| YOUR OBJECTIVE |
Keep only the lines of the material below that contain the word "individual". Copy those lines.

| SUPPLIED RECORDS |
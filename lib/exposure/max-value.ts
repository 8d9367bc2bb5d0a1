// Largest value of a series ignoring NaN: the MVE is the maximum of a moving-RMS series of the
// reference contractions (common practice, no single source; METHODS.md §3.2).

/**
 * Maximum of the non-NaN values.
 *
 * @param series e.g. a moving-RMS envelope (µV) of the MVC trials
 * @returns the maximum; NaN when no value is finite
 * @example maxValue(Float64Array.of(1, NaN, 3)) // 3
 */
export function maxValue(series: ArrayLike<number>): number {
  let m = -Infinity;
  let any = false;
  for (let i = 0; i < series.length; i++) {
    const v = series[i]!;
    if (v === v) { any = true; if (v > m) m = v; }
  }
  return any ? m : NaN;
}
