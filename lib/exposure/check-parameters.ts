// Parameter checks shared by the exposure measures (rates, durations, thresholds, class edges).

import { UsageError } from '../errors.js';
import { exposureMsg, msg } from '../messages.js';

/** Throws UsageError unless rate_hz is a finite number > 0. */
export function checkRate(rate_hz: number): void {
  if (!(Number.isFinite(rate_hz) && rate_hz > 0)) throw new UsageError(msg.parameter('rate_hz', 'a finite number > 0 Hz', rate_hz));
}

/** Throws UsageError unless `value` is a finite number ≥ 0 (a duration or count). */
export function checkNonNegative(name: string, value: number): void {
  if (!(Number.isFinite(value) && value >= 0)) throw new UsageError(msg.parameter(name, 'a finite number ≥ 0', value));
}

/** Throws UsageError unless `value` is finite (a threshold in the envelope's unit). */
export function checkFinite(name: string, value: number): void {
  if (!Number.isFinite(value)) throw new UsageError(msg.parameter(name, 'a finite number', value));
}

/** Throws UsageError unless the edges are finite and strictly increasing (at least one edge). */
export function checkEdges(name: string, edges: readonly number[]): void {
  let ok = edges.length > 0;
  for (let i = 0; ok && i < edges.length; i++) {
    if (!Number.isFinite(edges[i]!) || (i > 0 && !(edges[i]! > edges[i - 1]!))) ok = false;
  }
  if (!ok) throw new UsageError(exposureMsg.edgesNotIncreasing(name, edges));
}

* * *

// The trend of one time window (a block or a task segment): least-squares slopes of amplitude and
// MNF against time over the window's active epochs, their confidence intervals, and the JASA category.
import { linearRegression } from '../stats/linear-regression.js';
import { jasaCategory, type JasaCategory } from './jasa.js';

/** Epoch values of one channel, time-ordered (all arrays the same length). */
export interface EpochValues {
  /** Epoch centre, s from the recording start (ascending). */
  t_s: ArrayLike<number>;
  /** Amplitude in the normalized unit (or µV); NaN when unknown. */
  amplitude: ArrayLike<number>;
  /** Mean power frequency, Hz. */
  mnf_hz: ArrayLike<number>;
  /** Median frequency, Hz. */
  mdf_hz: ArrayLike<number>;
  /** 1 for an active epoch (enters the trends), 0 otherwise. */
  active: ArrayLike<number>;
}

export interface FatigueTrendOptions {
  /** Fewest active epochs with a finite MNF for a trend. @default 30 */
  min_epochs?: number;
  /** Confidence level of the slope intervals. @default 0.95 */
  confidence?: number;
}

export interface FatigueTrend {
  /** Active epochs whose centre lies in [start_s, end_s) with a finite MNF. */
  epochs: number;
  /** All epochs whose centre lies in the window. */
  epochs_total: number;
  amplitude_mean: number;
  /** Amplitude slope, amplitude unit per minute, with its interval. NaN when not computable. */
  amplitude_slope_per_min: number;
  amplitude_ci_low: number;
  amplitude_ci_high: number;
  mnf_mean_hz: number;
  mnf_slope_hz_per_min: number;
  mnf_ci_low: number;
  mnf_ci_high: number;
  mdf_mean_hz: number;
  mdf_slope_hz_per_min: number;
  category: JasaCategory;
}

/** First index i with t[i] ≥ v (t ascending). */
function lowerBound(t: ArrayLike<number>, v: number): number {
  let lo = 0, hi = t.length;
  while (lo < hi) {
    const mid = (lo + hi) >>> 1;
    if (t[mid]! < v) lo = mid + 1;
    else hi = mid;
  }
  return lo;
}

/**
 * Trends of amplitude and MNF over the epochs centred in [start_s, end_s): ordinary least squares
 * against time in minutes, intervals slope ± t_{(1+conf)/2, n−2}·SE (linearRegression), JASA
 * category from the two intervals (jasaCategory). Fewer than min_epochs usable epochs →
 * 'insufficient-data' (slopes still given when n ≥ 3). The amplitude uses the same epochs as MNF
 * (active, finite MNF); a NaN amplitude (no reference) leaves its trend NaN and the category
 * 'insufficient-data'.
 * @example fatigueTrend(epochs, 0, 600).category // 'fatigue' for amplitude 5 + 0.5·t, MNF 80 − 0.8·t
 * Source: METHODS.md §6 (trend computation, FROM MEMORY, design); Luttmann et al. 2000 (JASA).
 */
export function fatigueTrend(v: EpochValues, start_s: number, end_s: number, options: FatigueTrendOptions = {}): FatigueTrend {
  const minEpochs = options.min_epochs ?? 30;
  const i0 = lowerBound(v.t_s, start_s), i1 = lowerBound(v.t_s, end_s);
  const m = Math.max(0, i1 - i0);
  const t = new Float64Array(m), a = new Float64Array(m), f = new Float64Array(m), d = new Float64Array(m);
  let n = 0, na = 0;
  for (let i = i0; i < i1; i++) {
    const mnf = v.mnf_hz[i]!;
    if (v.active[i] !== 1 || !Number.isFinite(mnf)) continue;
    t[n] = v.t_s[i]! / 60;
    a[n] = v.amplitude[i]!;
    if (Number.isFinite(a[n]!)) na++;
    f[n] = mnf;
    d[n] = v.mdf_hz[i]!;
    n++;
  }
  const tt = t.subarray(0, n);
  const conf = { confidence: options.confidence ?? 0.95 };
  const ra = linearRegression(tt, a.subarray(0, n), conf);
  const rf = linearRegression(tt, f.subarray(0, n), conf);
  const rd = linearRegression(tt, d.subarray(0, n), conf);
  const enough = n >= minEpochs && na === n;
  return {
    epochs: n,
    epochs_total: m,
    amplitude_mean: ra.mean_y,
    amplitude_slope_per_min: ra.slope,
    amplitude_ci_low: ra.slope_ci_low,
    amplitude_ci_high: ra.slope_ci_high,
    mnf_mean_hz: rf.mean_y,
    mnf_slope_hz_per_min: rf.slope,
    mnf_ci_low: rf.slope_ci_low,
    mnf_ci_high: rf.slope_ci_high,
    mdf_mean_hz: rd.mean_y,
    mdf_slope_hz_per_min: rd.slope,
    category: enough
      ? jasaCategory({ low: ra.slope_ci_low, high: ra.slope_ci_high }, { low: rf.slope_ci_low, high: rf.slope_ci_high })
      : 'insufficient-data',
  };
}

--

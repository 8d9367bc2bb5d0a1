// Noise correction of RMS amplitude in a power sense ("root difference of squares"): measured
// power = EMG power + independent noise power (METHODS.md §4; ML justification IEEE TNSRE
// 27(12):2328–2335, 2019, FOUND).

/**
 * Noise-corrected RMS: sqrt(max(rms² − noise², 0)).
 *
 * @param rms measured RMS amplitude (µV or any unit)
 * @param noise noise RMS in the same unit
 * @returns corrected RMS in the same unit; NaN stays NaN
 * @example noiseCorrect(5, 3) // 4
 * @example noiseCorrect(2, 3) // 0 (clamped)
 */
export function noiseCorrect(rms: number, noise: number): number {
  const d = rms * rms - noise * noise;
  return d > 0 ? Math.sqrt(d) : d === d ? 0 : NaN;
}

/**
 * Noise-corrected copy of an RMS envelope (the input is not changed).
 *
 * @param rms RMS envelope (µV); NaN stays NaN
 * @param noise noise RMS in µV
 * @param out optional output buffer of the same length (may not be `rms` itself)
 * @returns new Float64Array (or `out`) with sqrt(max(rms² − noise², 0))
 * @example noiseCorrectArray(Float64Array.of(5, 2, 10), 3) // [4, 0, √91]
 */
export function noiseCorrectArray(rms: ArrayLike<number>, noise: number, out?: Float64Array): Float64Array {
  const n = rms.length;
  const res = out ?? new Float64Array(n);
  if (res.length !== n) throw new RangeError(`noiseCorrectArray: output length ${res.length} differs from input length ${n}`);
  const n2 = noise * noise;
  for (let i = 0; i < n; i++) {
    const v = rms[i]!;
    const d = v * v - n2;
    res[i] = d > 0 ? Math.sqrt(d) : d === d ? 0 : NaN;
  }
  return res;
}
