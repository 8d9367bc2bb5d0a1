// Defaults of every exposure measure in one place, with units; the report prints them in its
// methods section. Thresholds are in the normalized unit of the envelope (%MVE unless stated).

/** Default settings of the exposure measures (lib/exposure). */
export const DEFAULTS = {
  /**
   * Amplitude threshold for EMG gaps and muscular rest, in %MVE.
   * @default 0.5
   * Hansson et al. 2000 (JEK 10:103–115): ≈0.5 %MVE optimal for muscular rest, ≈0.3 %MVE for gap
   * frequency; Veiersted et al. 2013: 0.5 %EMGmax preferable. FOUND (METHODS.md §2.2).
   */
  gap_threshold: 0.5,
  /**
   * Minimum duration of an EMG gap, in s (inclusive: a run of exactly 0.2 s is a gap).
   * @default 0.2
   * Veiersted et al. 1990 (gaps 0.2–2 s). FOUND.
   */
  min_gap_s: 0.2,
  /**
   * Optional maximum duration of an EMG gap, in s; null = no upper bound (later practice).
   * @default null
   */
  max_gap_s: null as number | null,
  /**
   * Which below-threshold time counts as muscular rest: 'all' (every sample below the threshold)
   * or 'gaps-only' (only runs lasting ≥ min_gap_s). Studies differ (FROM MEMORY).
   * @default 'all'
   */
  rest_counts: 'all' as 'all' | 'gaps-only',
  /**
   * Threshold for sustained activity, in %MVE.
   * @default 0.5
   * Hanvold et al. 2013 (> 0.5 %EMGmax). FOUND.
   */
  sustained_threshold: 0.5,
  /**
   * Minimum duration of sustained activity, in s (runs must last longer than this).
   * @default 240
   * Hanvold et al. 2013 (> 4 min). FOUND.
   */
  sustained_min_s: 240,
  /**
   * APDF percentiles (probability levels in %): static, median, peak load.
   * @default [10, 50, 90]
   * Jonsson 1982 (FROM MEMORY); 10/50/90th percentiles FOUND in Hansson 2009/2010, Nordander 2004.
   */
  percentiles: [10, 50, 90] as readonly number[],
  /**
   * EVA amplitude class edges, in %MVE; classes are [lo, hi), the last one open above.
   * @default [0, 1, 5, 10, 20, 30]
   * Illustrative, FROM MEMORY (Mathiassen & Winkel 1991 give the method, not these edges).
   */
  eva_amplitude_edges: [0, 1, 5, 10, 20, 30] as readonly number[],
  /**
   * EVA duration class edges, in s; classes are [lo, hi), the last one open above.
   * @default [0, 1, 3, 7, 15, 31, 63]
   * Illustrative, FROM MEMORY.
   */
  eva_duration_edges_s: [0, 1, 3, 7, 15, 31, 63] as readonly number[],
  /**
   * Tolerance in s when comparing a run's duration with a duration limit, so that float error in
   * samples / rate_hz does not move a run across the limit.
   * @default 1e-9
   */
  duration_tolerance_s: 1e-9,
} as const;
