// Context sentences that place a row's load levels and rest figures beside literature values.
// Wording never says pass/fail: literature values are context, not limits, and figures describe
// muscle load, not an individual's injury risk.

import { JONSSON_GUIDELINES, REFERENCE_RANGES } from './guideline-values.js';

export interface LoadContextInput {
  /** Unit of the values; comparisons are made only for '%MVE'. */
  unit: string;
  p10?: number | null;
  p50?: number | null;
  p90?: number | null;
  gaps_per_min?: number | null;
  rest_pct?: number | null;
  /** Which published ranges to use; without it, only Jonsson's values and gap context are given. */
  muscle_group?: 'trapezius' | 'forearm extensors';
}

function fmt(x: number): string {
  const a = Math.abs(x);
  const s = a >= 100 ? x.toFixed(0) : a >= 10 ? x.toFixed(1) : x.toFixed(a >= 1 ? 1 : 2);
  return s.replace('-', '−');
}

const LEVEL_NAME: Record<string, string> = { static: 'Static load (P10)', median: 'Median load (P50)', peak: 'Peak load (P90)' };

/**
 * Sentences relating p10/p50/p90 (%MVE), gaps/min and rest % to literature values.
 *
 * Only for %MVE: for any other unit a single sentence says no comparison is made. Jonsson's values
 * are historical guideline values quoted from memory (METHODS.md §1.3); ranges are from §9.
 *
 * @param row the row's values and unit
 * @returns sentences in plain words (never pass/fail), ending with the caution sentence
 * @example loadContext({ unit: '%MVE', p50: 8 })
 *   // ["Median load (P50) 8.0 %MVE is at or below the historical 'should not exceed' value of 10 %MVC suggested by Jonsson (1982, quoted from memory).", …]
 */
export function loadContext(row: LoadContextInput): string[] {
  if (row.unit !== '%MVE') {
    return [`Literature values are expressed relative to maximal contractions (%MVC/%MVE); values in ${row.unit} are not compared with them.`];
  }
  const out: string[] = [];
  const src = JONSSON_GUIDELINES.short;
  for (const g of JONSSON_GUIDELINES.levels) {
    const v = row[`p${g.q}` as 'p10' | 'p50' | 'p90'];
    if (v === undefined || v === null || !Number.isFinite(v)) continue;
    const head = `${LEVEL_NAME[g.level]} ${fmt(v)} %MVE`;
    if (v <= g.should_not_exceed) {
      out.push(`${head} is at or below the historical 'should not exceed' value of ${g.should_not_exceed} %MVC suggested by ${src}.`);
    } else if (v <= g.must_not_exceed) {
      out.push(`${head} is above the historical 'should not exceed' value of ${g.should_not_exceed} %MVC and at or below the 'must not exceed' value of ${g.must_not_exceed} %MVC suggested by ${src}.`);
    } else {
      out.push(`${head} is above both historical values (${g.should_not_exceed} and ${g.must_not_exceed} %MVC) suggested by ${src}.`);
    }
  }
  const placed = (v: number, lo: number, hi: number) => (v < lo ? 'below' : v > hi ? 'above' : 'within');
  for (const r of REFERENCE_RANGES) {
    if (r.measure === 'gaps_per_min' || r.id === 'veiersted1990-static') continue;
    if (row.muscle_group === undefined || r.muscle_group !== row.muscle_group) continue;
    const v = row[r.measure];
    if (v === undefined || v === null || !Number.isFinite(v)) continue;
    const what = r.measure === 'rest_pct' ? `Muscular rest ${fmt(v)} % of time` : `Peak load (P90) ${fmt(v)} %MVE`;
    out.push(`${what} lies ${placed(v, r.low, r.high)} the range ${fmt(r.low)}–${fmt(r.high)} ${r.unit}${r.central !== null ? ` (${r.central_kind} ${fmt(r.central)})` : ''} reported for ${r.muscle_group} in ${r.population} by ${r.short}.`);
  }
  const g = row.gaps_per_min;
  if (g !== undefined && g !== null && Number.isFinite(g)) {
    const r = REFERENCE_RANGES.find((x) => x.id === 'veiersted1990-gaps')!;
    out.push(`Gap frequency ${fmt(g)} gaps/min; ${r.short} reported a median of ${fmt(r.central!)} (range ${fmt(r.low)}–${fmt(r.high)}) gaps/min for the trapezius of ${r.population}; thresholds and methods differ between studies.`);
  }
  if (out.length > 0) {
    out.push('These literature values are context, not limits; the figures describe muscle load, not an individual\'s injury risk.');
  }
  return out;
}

| ANSWER SPACE |
// muscle load, not an individual's injury risk.
    out.push('These literature values are context, not limits; the figures describe muscle load, not an individual\'s injury risk.');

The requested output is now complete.